12/18/1997 7:47:36 AM
Paul Ehrlich said:
> >My calculations indicate that 2-3 cents is indeed the optimal amount of
> >stretching for the 19-tone octave in order to maximize the overall consonance
> >of intervals which are approximations of ratios using numbers no higher than
> >6 (including the octave and double octave).

Very good. No matter what one's particular bias, matters such as the
optimal temperature of the octave are determinable using objective
criteria. Your figures for relative consonance, in particular for those
of the 22-tone equal, are however utterly incorrect, for, as I have
tried to demonstrate to you - and this is by no means a difficult matter
to understand - that temperament is noncyclic.
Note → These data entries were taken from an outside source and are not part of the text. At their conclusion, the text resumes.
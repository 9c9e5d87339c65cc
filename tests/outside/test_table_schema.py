"""The table schemas and their verdicts against frictionless, the reference library of the Table Schema standard.

Table Schema: https://datapackage.org/standard/table-schema/ (Data Package, version 2).

Deliberate differences, each with its own test below:

- an instant needs an offset from UTC, and must be written in ISO 8601: the standard's ``any`` format leaves both open;
- a whole number may be written 80.0 or 8e1, as spreadsheets do; the standard wants digits alone;
- digits may not be grouped by underscores; frictionless takes them because Python does;
- a column may be left out where our own property ``optional`` says so (the reference gets the schema without it), and
  columns may stand in any order.
"""

from __future__ import annotations

import json
import random
from pathlib import Path

import pytest
from frictionless import Package, Schema

from legworth.results import result_schemas
from network import Faults, input_schemas, table_schema
from network.reading import read_table
from tests.commands import run
from tests.folders import TABLES, Folder

ROOT = Path(__file__).parents[2]
SCHEMAS = sorted(ROOT.glob("*/schemas/*.json"))

Rows = set[tuple[str, int]]
"""Table and line of every faulty row."""


def descriptor(package: str, table: str) -> dict:
    return json.loads((ROOT / package / "schemas" / f"{table}.json").read_text(encoding="utf-8"))


def by_frictionless(
    path: Path, package: str, tables: list[str] | tuple[str, ...] = TABLES, *, keys: bool = True
) -> Rows:
    """Rows at fault by the reference library; a Data Package is needed for foreign keys."""
    resources = []
    for table in tables:
        schema = descriptor(package, table)
        header = (path / f"{table}.csv").read_bytes().partition(b"\n")[0].decode().strip().replace('"', "").split(",")
        schema["fields"] = [f for f in schema["fields"] if f["name"] in header or not f.get("optional")]
        if not keys:
            schema.pop("foreignKeys", None)
        resources.append({"name": table, "path": f"{table}.csv", "schema": schema, "encoding": "utf-8"})
    report = Package.from_descriptor({"name": "folder", "resources": resources}, basepath=str(path)).validate()
    assert not report.errors
    return {(task.name, getattr(error, "row_number", 1)) for task in report.tasks for error in task.errors}


def by_us(path: Path) -> Rows:
    """Rows at fault in single tables, by the reader alone."""
    faults = Faults()
    for schema in input_schemas().values():
        read_table(path, schema, faults)
    return {(fault.file.removesuffix(".csv"), fault.line) for fault in faults.errors}


def by_command(path: Path) -> Rows:
    """Rows at fault by the command line, with all checks between tables."""
    faults = json.loads(run("check", path, "--json").out)["faults"]
    return {(fault["file"].removesuffix(".csv"), fault["line"]) for fault in faults if not fault["warning"]}


@pytest.mark.parametrize("path", SCHEMAS, ids=lambda path: path.stem)
def test_every_schema_is_a_valid_descriptor(path: Path) -> None:
    report = Schema.validate_descriptor(json.loads(path.read_text(encoding="utf-8")))
    assert report.valid, [error.message for error in report.errors]


def test_every_schema_is_looked_at() -> None:
    assert {path.stem for path in SCHEMAS} >= {*input_schemas(), *result_schemas()}
    assert set(TABLES) == set(input_schemas())


@pytest.mark.parametrize("path", SCHEMAS, ids=lambda path: path.stem)
def test_schemas_are_loaded_as_they_are_declared(path: Path) -> None:
    theirs = Schema.from_descriptor(json.loads(path.read_text(encoding="utf-8")))
    ours = table_schema(path.parents[1].name, path.stem)
    assert ours.names == tuple(theirs.field_names)
    assert list(ours.key) == theirs.primary_key
    for column, field in zip(ours, theirs.fields, strict=True):
        assert column.type == field.type
        assert column.required == field.required
        for limit in ("minimum", "maximum", "pattern", "unique"):
            assert (getattr(column, limit) or None) == (field.constraints.get(limit) or None)


def test_sound_tables_are_sound_to_both(tmp_path: Path) -> None:
    path = Folder().write(tmp_path)
    assert by_frictionless(path, "network") == by_us(path) == by_command(path) == set()


def test_the_demo_is_sound_to_both() -> None:
    assert by_frictionless(ROOT / "demo_network", "network") == by_us(ROOT / "demo_network") == set()


def test_written_results_keep_their_schemas(tmp_path: Path) -> None:
    folder = Folder().write(tmp_path / "folder")
    assert run("price", folder, "--out", tmp_path / "out").code == 0
    tables = [path.stem for path in (tmp_path / "out").glob("*.csv")]
    assert {"bid_prices", "protection", "comparison", "connections"} <= {*tables}
    assert by_frictionless(tmp_path / "out", "legworth", tables) == set()


COMMON = ["", "abc", "NaN", "nan", "inf", "-Infinity", "-1", "0", "2.5", "+3", "0x10", "1,5", "NULL", "é", "-"]
SPECIAL = {
    "station": ["HUB", "N R", " NOR", "NOR ", "HUB"],
    "leg": ["L1", "L 1", "L2"],
    "legs": ["L1  L2", " L1", "L2 ", "L1 L9", "\tL1"],
    "itinerary": ["NOR-HUB", "HUB-SUD", "N H"],
    "fare_class": ["A", "B", "C"],
    "curve": ["early", "late"],
    "days_before": ["0", "7", "30", "1000", "1000.5"],
    "share": ["0", "1", "1.0001", "-0.0001"],
    "latitude": ["90", "90.01", "-90", "-91"],
    "longitude": ["180", "180.5", "-181"],
    "minimum_connection": ["2880", "2881", "-0.1"],
    "capacity": ["100000", "100001", "-7", "12.5"],
    "sold": ["100000", "100001", "7.25"],
    "fare": ["1e9", "1000000000.5", "-0.01", "1E2"],
    "mean": ["1000000", "1000001"],
    "deviation": ["1e6", "1.1e6"],
    "departs": ["2030-02-30T06:00+01:00", "2030-13-01T06:00+01:00", "yesterday", "2030-03-01T06:00:61+01:00"],
    "arrives": ["2030-03-01T25:00+01:00", "2031-02-29T06:00Z", "2031-02-28T06:00Z"],
}
NOT_COMMON = {"departs", "arrives"}


@pytest.mark.parametrize("seed", range(40))
def test_verdicts_on_cells_agree(seed: int, tmp_path: Path) -> None:
    """Types, missing values, limits, patterns and keys: a dozen cells changed at random, the same rows at fault."""
    rng, folder = random.Random(seed), Folder()
    for _ in range(12):
        table = rng.choice(TABLES)
        rows = folder.table(f"{table}.csv")
        column = rng.choice(list(rows.columns))
        pool = SPECIAL.get(column, []) + ([] if column in NOT_COMMON else COMMON)
        folder.cell(f"{table}.csv", rng.randrange(2, len(rows) + 2), column, rng.choice(pool or COMMON))
    path = folder.write(tmp_path)
    assert by_us(path) == by_frictionless(path, "network", keys=False)


def test_the_random_cells_hold_faults_and_sound_rows(tmp_path: Path) -> None:
    """The comparison above would be idle if every value, or none, were at fault."""
    found = []
    for column in ("share", "capacity", "station", "departs"):
        table = next(name for name in TABLES if column in Folder().table(f"{name}.csv"))
        for n, value in enumerate(SPECIAL[column]):
            path = Folder().cell(f"{table}.csv", 4, column, value).write(tmp_path / f"{column}{n}")
            found.append(bool(by_us(path)))
    assert 0 < sum(found) < len(found)


RELATED = {
    "unknown origin": ("legs.csv", 6, "origin", "WEST"),
    "unknown destination": ("legs.csv", 5, "destination", "WEST"),
    "unknown itinerary of a fare": ("fares.csv", 18, "itinerary", "WEST-HUB"),
    "unknown itinerary of demand": ("demand.csv", 18, "itinerary", "WEST-HUB"),
    "unknown class of demand": ("demand.csv", 18, "fare_class", "C"),
    "unknown curve": ("demand.csv", 9, "curve", "never"),
    "no curve at all": ("demand.csv", 9, "curve", ""),
}


@pytest.mark.parametrize("name", RELATED)
def test_verdicts_on_foreign_keys_agree(name: str, tmp_path: Path) -> None:
    path = Folder().cell(*RELATED[name]).write(tmp_path)
    assert by_command(path) == by_frictionless(path, "network")
    assert bool(by_command(path)) == (name != "no curve at all")


@pytest.mark.parametrize(
    ("line", "text"),
    [(3, "NOR-HUB,B"), (3, "NOR-HUB,B,80,1"), (18, "SUD-HUB,B,65,,")],
    ids=["too few", "too many", "too many and blank"],
)
def test_rows_of_the_wrong_length_are_faults_to_both(line: int, text: str, tmp_path: Path) -> None:
    path = Folder().line("fares.csv", line, text).write(tmp_path)
    assert by_us(path) == by_frictionless(path, "network", keys=False) == {("fares", line)}


OURS_ALONE = {
    "an instant without offset": ("legs.csv", 2, "departs", "2030-03-01T06:00"),
    "an instant in words": ("legs.csv", 2, "departs", "1 March 2030 06:00 +01:00"),
    "a date": ("legs.csv", 2, "departs", "2030-03-01"),
    "an offset of a day": ("legs.csv", 2, "departs", "2030-03-01T06:00+24:00"),
    "underscores among digits": ("fares.csv", 2, "fare", "1_20"),
}


@pytest.mark.parametrize("name", OURS_ALONE)
def test_what_we_alone_refuse(name: str, tmp_path: Path) -> None:
    path = Folder().cell(*OURS_ALONE[name]).write(tmp_path)
    assert by_us(path) == {(OURS_ALONE[name][0].removesuffix(".csv"), 2)}
    assert by_frictionless(path, "network", keys=False) == set()


def test_what_the_standard_alone_refuses(tmp_path: Path) -> None:
    whole = Folder().cell("legs.csv", 2, "capacity", "24.0").cell("legs.csv", 3, "capacity", "2e1")
    whole_path = whole.write(tmp_path / "whole")
    assert by_us(whole_path) == set()
    assert by_frictionless(whole_path, "network", keys=False) == {("legs", 2), ("legs", 3)}
    turned = Folder().frame("booking_curves.csv", lambda frame: frame[frame.columns[::-1]]).write(tmp_path / "turned")
    assert by_us(turned) == set()
    assert by_frictionless(turned, "network", keys=False) >= {("booking_curves", 1)}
You cannot blithely
assign the closest values to all consonances when evaluating the
consonance of a noncyclic temperament, for in such systems these
consonances do not exist together either in diatonic music (which you
have admitted) nor yet in chromatic or enharmonic music, which also
require a modicum of consonance and tonal coherence. I formerly made the
same error which you are making, but had no one to tell me so; I was
forced to discover this for myself.

In the present case, it is _not_ all the consonances that are
_ultimately_ relevant to the determination of the amount by which the
19-tone equal octave can or should be tempered, even though I have
considered them all, as a kind of courtesy to Fokker, and a
demonstration that all of them have to be considered initially. For,
finally, the fourth cannot be tempered by much more than 8.4 cents and
remain satisfactory, i.e no more deteriorated than the more sensitive
fifth at 5.7 cents deviation, and no less consonant than 5:3 or 5:4.
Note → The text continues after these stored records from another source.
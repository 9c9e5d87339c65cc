"""The commands of docs/whole_chain.md, run as they stand there, end in certified bid prices for every leg."""

from __future__ import annotations

import json
import os
import re
import shlex
import subprocess
import sys
from pathlib import Path

import pandas as pd
import pytest

from network import read_folder

ROOT = Path(__file__).parents[2]
TEXT = (ROOT / "docs" / "whole_chain.md").read_text(encoding="utf-8")


@pytest.fixture(scope="module")
def done(tmp_path_factory: pytest.TempPathFactory) -> Path:
    """Run every command of the first block in an empty folder that holds the data where a clone has it."""
    folder = tmp_path_factory.mktemp("chain")
    (folder / "tests").symlink_to(ROOT / "tests")
    block = re.search(r"^```sh\n(.*?)^```", TEXT, flags=re.MULTILINE | re.DOTALL)
    assert block is not None
    commands = [shlex.split(line) for line in block[1].replace("\\\n", " ").splitlines()]
    assert len(commands) == 5
    for command in commands:
        program = {"python": [sys.executable], "legworth": [sys.executable, "-m", "legworth.cli"]}[command[0]]
        path = os.pathsep.join([str(ROOT), os.environ.get("PYTHONPATH", "")])
        run = subprocess.run(
            [*program, *command[1:]],
            cwd=folder,
            env=os.environ | {"PYTHONPATH": path},
            capture_output=True,
            text=True,
            check=False,
        )
        assert run.returncode == 0, (command, run.stderr)
    return folder


def test_schedule_and_connections_are_those_of_the_real_day(done: Path) -> None:
    # 181 departures and 189 arrivals at 57 airports, counted in the reported flights.
    read = read_folder(done / "hub_day")
    network = read.network
    assert read.warnings == ()
    assert (network.n_legs, len(network.stations)) == (370, 58)
    legs = (network.path_start[1:] - network.path_start[:-1]).tolist()
    assert (legs.count(1), legs.count(2), len(legs)) == (370, 2950, 3320)
    assert f"{len(legs):,} itineraries" in TEXT


def test_every_price_is_certified_and_the_figures_are_those_of_the_document(done: Path) -> None:
    summary = json.loads((done / "hub_priced" / "summary.json").read_text())
    assert summary["certified"] is True
    prices = pd.read_csv(done / "hub_priced" / "bid_prices.csv")
    assert len(prices) == 370
    assert prices["bid_price"].ge(0).all()
    assert f"{summary['objective']:,.0f}" in TEXT
    assert f"{summary['bounds']['revenue']:,.0f}" in TEXT
    assert f"{prices['bid_price'].mean():.2f}" in TEXT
This puts a limit on the permissible temperature of the octave, as does
the fifteenth, I need not tell you why.

You should be very chary of reducing congruence with consonances to
percentages in the facile manner you have done. This is a habit of
thought that too often leads one to overlook many important factors. A
rigorous mathematical calculation of all the important factors is
certainly beyond you; it is also as yet beyond anyone. But it is
unnecessary to spend 300 years with the equations to know a good or bad
temperament when one hears and sees one.